Tuesday, July 14, 2015

How To: Horoscopes

Yeah, yeah, yeah. It's been a bajillion years. Calm down. I don't do interesting things, so I've decided to write about your futures. Mwa ha ha ha!

It'll probably be great, but also, I'm not a skilled horoscope writer so have patience, you snerbs. Also, these horoscopes will be your future for the next year, because I'm lazy and don't want to write them continuously. Plus, the chances that something I write comes true in a whole year are pretty good. I guess. Unless I write something like, "You'll walk to the moon." Because that's physically impossible. So, here we go!

ARIES (March 21- April 19): You, my strange friend, are about to have the weirdest year of your life. You'll probably find a large mammal, but actually it will just be a reptile dressed as a mammal, because people are inherently afraid of reptiles. This speaks to your ambition to be yourself and not hide under the cloak of a furry animal, instead putting your scales our where everyone can see them. Fear not, because there are still those who love their reptilic beasts.

TAURUS (April 20- May 20): You will stop creating things for a little while, because you will be very busy with an intriguing article of clothing. It may be colorful, but more likely, this piece of clothing will be dark and mysterious. It will require your full attention to discover its true purpose, and whether or not it is worthy of your time, and when you determine if you should like to keep it close, you will once again be confronted with art. Don't mingle the art with the mystery.

GEMINI (May 21- June 20): An angry anonymous philosopher once said, "Many people think that the world is there for them, but in reality, the world is there for everyone else." This saying will resonate with you as you explore uncharted territory in an underwater adventure. Be sure to keep close tabs on everything you see, because nothing is not of use to you. Pay special attention to anything that reminds you of french horns.

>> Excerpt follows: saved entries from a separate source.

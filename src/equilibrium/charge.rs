//! The charge that is left over when the pH is held.

use std::f64::consts::LN_10;
use std::sync::atomic::AtomicBool;

use num_rational::Rational64;

use super::phases::equilibrate;
use super::system::{Failure, Fixed, System};
use crate::problem::scope::PROTON;

/// Cations less anions, eq per litre or kilogram, with the pH held at a value, all other
/// rows of the system closed and those of its candidates formed that are supersaturated
/// there.
pub fn imbalance_at(system: &System, ph: f64, cancel: &AtomicBool) -> Result<f64, Failure> {
    let mut held = system.clone();
    let proton = vec![(PROTON, Rational64::from_integer(1))];
    held.fixed.push(Fixed {
        row: proton.clone(),
        ln_value: -ph * LN_10,
        water: 0.0,
        concentration_of: None,
        supply: proton,
    });
    let state = equilibrate(held, None, cancel)?;
    let charges = system.species.iter().zip(&state.answer.concentrations);
    Ok(charges.map(|(species, c)| f64::from(species.charge) * c).sum())
}
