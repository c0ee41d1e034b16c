//! Every state over a grid of ionic strengths: where what comes out is what was put in.

use std::sync::atomic::AtomicBool;

use super::root::{Mark, narrow};
use super::solve::solve;
use super::system::{Answer, Failure, IonicStrength, System};

/// Ionic strengths looked at, mol per litre or kilogram, so many to a decade.
const LOOK: (f64, f64, f64) = (1e-8, 1e2, 8.0);

/// The states of a system whose ionic strength is computed, by rising ionic strength.
/// Given it, each state is the only one, so that no branch of an activity model is out of
/// reach, as the middle one of three is for any search that follows one branch.
pub(super) fn by_ionic_strength(
    system: &System,
    start: Option<&Answer>,
    cancel: &AtomicBool,
) -> Result<Vec<Answer>, Failure> {
    let mut given = system.clone();
    let mut last = start.cloned();
    // ln of the ionic strength that comes out over the one that was put in.
    let mut excess = |ln: f64| -> Result<(f64, Answer), Failure> {
        given.ionic_strength = IonicStrength::Given(ln.exp());
        let state = solve(&given, last.as_ref(), cancel)?;
        let terms = system.species.iter().zip(&state.concentrations);
        let out: f64 = terms.map(|(s, c)| 0.5 * f64::from(s.charge).powi(2) * c).sum();
        last = Some(state.clone());
        Ok((out.ln() - ln, state))
    };
    let steps = ((LOOK.1 / LOOK.0).log10() * LOOK.2) as u32;
    let mut marks: Vec<Mark> = Vec::new();
    for step in 0..=steps {
        let ln = LOOK.0.ln() + f64::from(step) * std::f64::consts::LN_10 / LOOK.2;
        match excess(ln) {
            Ok((value, _)) => marks.push((ln, value)),
            Err(Failure::Cancelled) => return Err(Failure::Cancelled),
            Err(_) => {}
        }
    }
    let mut states = Vec::new();
    for pair in marks.windows(2) {
        if pair[0].1 * pair[1].1 < 0.0 {
            let mut closest = None;
            let found = narrow(
                |ln| {
                    let (value, state) = excess(ln)?;
                    closest = Some((value, state));
                    Ok(value)
                },
                pair[0],
                pair[1],
                1e-14,
            );
            match found {
                Err(Failure::Cancelled) => return Err(Failure::Cancelled),
                // A jump of the given problem's own is no state.
                Ok(_) => states.extend(closest.filter(|c| c.0.abs() < 1e-9).map(|c| c.1)),
                Err(_) => {}
            }
        }
    }
    Ok(states)
}
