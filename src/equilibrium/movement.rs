//! What one input moves by itself, before the state answers to it: totals, formation
//! constants, activity coefficients and held values.

use std::f64::consts::LN_10;

use num_traits::ToPrimitive;

use super::build::activity_at;
use super::quantities::Solved;
use super::system::{Activity, IonicStrength, System};
use crate::chemistry::activity::ActivityModel;
use crate::chemistry::constant::{ReactionHeat, log_k_at};
use crate::chemistry::water;
use crate::problem::input::Input;
use crate::problem::model::{HeldWhat, Presence, Problem, carried};
use crate::problem::reaction::LogK;
use crate::problem::scope::PROTON;

/// Derivatives by one input, the unknowns of the solver staying where they are.
#[derive(Clone, Debug, PartialEq)]
pub(super) struct Push {
    /// Of each component's row.
    pub totals: Vec<f64>,
    /// Of ln of the formation constant of each species of the scope.
    pub ln_formation: Vec<f64>,
    /// Of ln γ of each dissolved species, at the ionic strength as it is.
    pub ln_gammas: Vec<f64>,
    /// Of `ln_value` of each held phase.
    pub ln_values: Vec<f64>,
    /// Of ln γ of each phase held by concentration, at the ionic strength as it is.
    pub held_ln_gammas: Vec<f64>,
    /// Of the ionic strength, where it is given.
    pub ionic_strength: f64,
    /// Of the temperature, kelvin.
    pub kelvin: f64,
    /// Of the amount of each reagent.
    pub reagents: Vec<f64>,
}

impl Push {
    pub fn none(problem: &Problem, system: &System) -> Push {
        Push {
            totals: vec![0.0; system.totals.len()],
            ln_formation: vec![0.0; problem.scope.species.len()],
            ln_gammas: vec![0.0; system.species.len()],
            ln_values: vec![0.0; system.fixed.len()],
            held_ln_gammas: vec![0.0; system.fixed.len()],
            ionic_strength: 0.0,
            kelvin: 0.0,
            reagents: vec![0.0; problem.reagents.len()],
        }
    }

    /// What an input moves. None where the problem has no such input.
    pub fn new(problem: &Problem, solved: &Solved, input: Input) -> Option<Push> {
        let (system, answer) = (&solved.system, &solved.answer);
        let mut push = Push::none(problem, system);
        match input {
            Input::Total(j) => push.total(problem, j, problem.dilution().recip()),
            Input::Reagent(i) => {
                let reagent = problem.reagents.get(i)?;
                let dilution = problem.dilution();
                for &(j, n) in reagent.row.iter().filter(|&&(j, _)| j != PROTON) {
                    push.total(problem, j, n.to_f64()? / dilution);
                }
                // What its stock brings along dilutes all there is.
                let brings = carried(reagent.stock.as_deref(), problem.scale) / dilution;
                for j in (1..system.totals.len()).filter(|_| brings != 0.0) {
                    push.total(problem, j, -system.totals[j] * brings);
                }
                push.reagents[i] = 1.0;
            }
            Input::Held(k) => {
                *push.ln_values.get_mut(k)? = match problem.held.get(k)?.what {
                    HeldWhat::Ph(_) | HeldWhat::Pe(_) => -LN_10,
                    HeldWhat::Pressure { atm: value, .. }
                    | HeldWhat::Activity { value, .. }
                    | HeldWhat::Concentration { value, .. } => value.recip(),
                };
            }
            Input::LogK(r) => push.constants(problem, |reaction| f64::from(reaction == r)),
            Input::Enthalpy(r) => {
                let by = by_heat(problem, r, ReactionHeat { enthalpy: 1.0, heat_capacity: 0.0 })?;
                push.constants(problem, |reaction| if reaction == r { by } else { 0.0 });
            }
            Input::HeatCapacity(r) => {
                let by = by_heat(problem, r, ReactionHeat { enthalpy: 0.0, heat_capacity: 1.0 })?;
                push.constants(problem, |reaction| if reaction == r { by } else { 0.0 });
            }
            Input::IonicStrength => {
                let given = problem.ionic_strength?;
                // A model by composition does not ask for it.
                if let Some(model) = system.activity.by_ionic_strength() {
                    push.ionic_strength = 1.0;
                    let by = |charge, size| model.ln_gamma(charge, size, given).1;
                    push.coefficients(system, by);
                }
            }
            Input::Temperature => {
                push.kelvin = 1.0;
                let slopes: Vec<f64> = (problem.scope.reactions.iter())
                    .map(|reaction| {
                        by_kelvin(problem.kelvin, |kelvin| {
                            reaction.log_k(kelvin).map_or(0.0, |(log_k, _)| log_k)
                        })
                    })
                    .collect();
                push.constants(problem, |reaction| slopes[reaction]);
                // Amounts that the density of water brought onto the file's scale.
                let by_density = by_kelvin(problem.kelvin, |kelvin| water::density(kelvin).ln());
                for &(input, amount) in &problem.by_ln_density {
                    push.add(amount * by_density, &Push::new(problem, solved, input)?);
                }
                let i = answer.ionic_strength;
                push.coefficients(system, |charge, size| {
                    by_kelvin_of(problem, |model| model.ln_gamma(charge, size, i).0)
                });
                if let Activity::ByComposition(_) = &system.activity {
                    push.composition(problem, solved);
                }
            }
            // Moves only the dose that meets it.
            Input::Target(_) => {}
        }
        push.hold(problem, &solved.formed);
        Some(push)
    }

    fn total(&mut self, problem: &Problem, component: usize, by: f64) {
        let charge = f64::from(problem.scope.components[component].formula.charge);
        self.totals[component] += by;
        // The proton's row holds the charge balance.
        self.totals[PROTON] -= charge * by;
    }

    /// Formation constants from how log10 K of each reaction moves.
    fn constants(&mut self, problem: &Problem, by: impl Fn(usize) -> f64) {
        for (made, ln) in problem.scope.belonging.made.iter().zip(&mut self.ln_formation) {
            *ln = made.as_ref().map_or(0.0, |made| LN_10 * made.log_beta(&by));
        }
    }

    /// Activity coefficients, of dissolved species and of what is held by concentration.
    fn coefficients(&mut self, system: &System, by: impl Fn(i32, f64) -> f64) {
        for (species, ln_gamma) in system.species.iter().zip(&mut self.ln_gammas) {
            *ln_gamma = by(species.charge, species.ion_size);
        }
        for (fixed, ln_gamma) in system.fixed.iter().zip(&mut self.held_ln_gammas) {
            if let Some(species) = fixed.concentration_of.and_then(|row| system.species.get(row)) {
                *ln_gamma = by(species.charge, species.ion_size);
            }
        }
    }

    /// The same of a model by composition, by temperature: the activity of water, which acts
    /// as a coefficient turned round does, with it.
    fn composition(&mut self, problem: &Problem, solved: &Solved) {
        let system = &solved.system;
        let at = |kelvin: f64| match activity_at(problem, kelvin) {
            Activity::ByComposition(interaction) => {
                Some(interaction.coefficients(&solved.answer.concentrations))
            }
            Activity::ByIonicStrength(_) => None,
        };
        let (low, high) = around(problem.kelvin);
        let (Some(before), Some(after)) = (at(low), at(high)) else { return };
        let slope = |after: f64, before: f64| (after - before) / (high - low);
        let water = slope(after.ln_water, before.ln_water);
        let by: Vec<f64> =
            after.ln_gamma.iter().zip(&before.ln_gamma).map(|(a, b)| slope(*a, *b)).collect();
        for ((species, by), ln_gamma) in system.species.iter().zip(&by).zip(&mut self.ln_gammas) {
            *ln_gamma = by - species.water * water;
        }
        for (fixed, ln_gamma) in system.fixed.iter().zip(&mut self.held_ln_gammas) {
            let own = fixed.concentration_of.and_then(|row| by.get(row)).copied();
            *ln_gamma = own.unwrap_or(0.0) - fixed.water * water;
        }
    }

    /// The value of a held phase has its formation constant taken off.
    fn hold(&mut self, problem: &Problem, formed: &[Option<usize>]) {
        let formation = &self.ln_formation;
        for (held, ln_value) in problem.held.iter().zip(&mut self.ln_values) {
            *ln_value += match held.what {
                HeldWhat::Pressure { species, .. }
                | HeldWhat::Activity { species, .. }
                | HeldWhat::Concentration { species, .. } => -formation[species],
                // Where the pOH is held, the pH is pK − pOH.
                HeldWhat::Ph(_) if held.is_by_poh() => {
                    problem.scope.find("OH-").map_or(0.0, |hydroxide| formation[hydroxide])
                }
                HeldWhat::Ph(_) | HeldWhat::Pe(_) => 0.0,
            };
        }
        let excess = problem.solids_that_are(Presence::Excess).enumerate();
        let excess = excess.map(|(k, solid)| (problem.held.len() + k, solid.species));
        let forming = problem.solids_that_are(Presence::Forms).zip(formed);
        let forming = forming.filter_map(|(solid, place)| Some(((*place)?, solid.species)));
        for (place, species) in excess.chain(forming) {
            if let Some(ln_value) = self.ln_values.get_mut(place) {
                *ln_value -= formation[species];
            }
        }
    }

    /// Adds so many times another.
    pub fn add(&mut self, times: f64, other: &Push) {
        add(&mut self.totals, times, &other.totals);
        add(&mut self.ln_formation, times, &other.ln_formation);
        add(&mut self.ln_gammas, times, &other.ln_gammas);
        add(&mut self.ln_values, times, &other.ln_values);
        add(&mut self.held_ln_gammas, times, &other.held_ln_gammas);
        self.ionic_strength += times * other.ionic_strength;
        self.kelvin += times * other.kelvin;
        add(&mut self.reagents, times, &other.reagents);
    }

    /// The system with its constants moved by so much of the input; totals are not.
    pub fn moved(&self, problem: &Problem, system: &System, by: f64) -> System {
        let mut system = system.clone();
        for (species, &s) in system.species.iter_mut().zip(&problem.scope.dissolved) {
            species.ln_k += by * self.ln_formation[s];
        }
        for (fixed, ln_value) in system.fixed.iter_mut().zip(&self.ln_values) {
            fixed.ln_value += by * ln_value;
        }
        if self.kelvin != 0.0 {
            let kelvin = problem.kelvin + by * self.kelvin;
            system.activity = activity_at(problem, kelvin);
        }
        if let IonicStrength::Given(value) = &mut system.ionic_strength {
            *value += by * self.ionic_strength;
        }
        system
    }
}

/// `to += times · other`
pub(super) fn add(to: &mut [f64], times: f64, other: &[f64]) {
    for (to, other) in to.iter_mut().zip(other) {
        *to += times * other;
    }
}

/// The derivative of log10 K at the problem's temperature by the heat of a reaction. None
/// where its constant is not given at one temperature.
fn by_heat(problem: &Problem, reaction: usize, one: ReactionHeat) -> Option<f64> {
    match problem.scope.reactions.get(reaction)?.constant.as_ref()?.value {
        // Linear in both.
        LogK::At { kelvin, .. } => Some(log_k_at(0.0, kelvin, one, problem.kelvin)),
        LogK::OfT(_) | LogK::Water => None,
    }
}

/// Kelvin to either side, for differences of published functions of temperature alone:
/// they then agree with the derivative to about 10⁻⁹ of it.
const KELVIN: f64 = 0.01;

/// The derivative of a smooth function by temperature; at an end of the range of water's
/// properties, that to the inside.
fn by_kelvin(kelvin: f64, function: impl Fn(f64) -> f64) -> f64 {
    let (low, high) = around(kelvin);
    (function(high) - function(low)) / (high - low)
}

fn around(kelvin: f64) -> (f64, f64) {
    let (mut low, mut high) = (kelvin - KELVIN, kelvin + KELVIN);
    if water::in_range(kelvin) {
        low = low.max(*water::RANGE.start());
        high = high.min(*water::RANGE.end());
    }
    (low, high)
}

/// The same of what an activity model gives.
fn by_kelvin_of(problem: &Problem, value: impl Fn(ActivityModel) -> f64) -> f64 {
    by_kelvin(problem.kelvin, |kelvin| value(ActivityModel::new(problem.activity, kelvin)))
}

CANCER (June 21- July 22): Many things that you come in contact with are overrated. Anything that looks like it might be worth some substantial value should be treated with the utmost disrespect. Don't forget to polish your garbage every three hours, because it often feels under-appreciated.

LEO (July 23- August 22): If you like reading, this is your year. You may become a fluent reader of all of the languages of the world, and at the very least, you will learn one new word from a language you already speak. You might think this is not an accomplishment, but if you think about it, any learning is better than being dead.

VIRGO (August 23- September 22): A boulder can stand in your way without being an obstacle. There are always ways to get around your problems, and this year will provide ample opportunity to prove your problem solving skills are adequate. If you find yourself facing a mountain, just make sure you've brought your hammer to chisel away at the rock. Even if it takes forever, it's better than turning around and going back.

LIBRA (September 23- October 22): New things are dangerous, but at the same time, if all you do are old things, the danger becomes repetitive. Try to mix up your dangers, alternating new and old, until you feel comfortable enough to rewrite history with a dangerless society. Provide for your friends with less danger than ever before.

SCORPIO (October 23- November 21): While circumnavigating the globe, theoretically or in reality, be sure to pack enough food. The worst thing that could happen on a trip of your lifetime would be to realize that your apples will only last for a couple days. Anything less than 150,000 pounds of food would be lacking. Also, invest in a large cargo plane.

SAGITTARIUS (November 22- December 21): Firstly, you should try to be born in a different month, because your star sign is too hard to spell. Secondly, after you've completed that task, apply for a patent on your newly developed time machine.

CAPRICORN (December 22- January 19): An energetic wave is coming your way. You will be unable to complete the boring tasks because the exciting ones take up too much of your time and energy, It's better this way, because boring things are a waste of your resources. You should plan extra time to sleep, because all this energy does come with a crash, and when that happens, you might end up sleeping for years on end.

AQUARIUS (January 20- February 18): Oceans and skies await you. You'll have to chose whether you want to dive into the depths of the fishes or fly high with the birds. Either choice will yield disappointing results, but the alternative is staying on land, and land is rich with failure. You can go for the unknown or stay in the safe but disappointing familiar.

PISCES (February 19- March 20): Oh darn. You've lost something. Probably multiple things. But this year will be a year of return. You should find yourself a trusty shovel and dig at every chance you get. Not only will you find all your lost items, you may even stumble upon some strange, well-hidden pirate treasure. This is especially true if you move to a desert island. Watch out for sharks.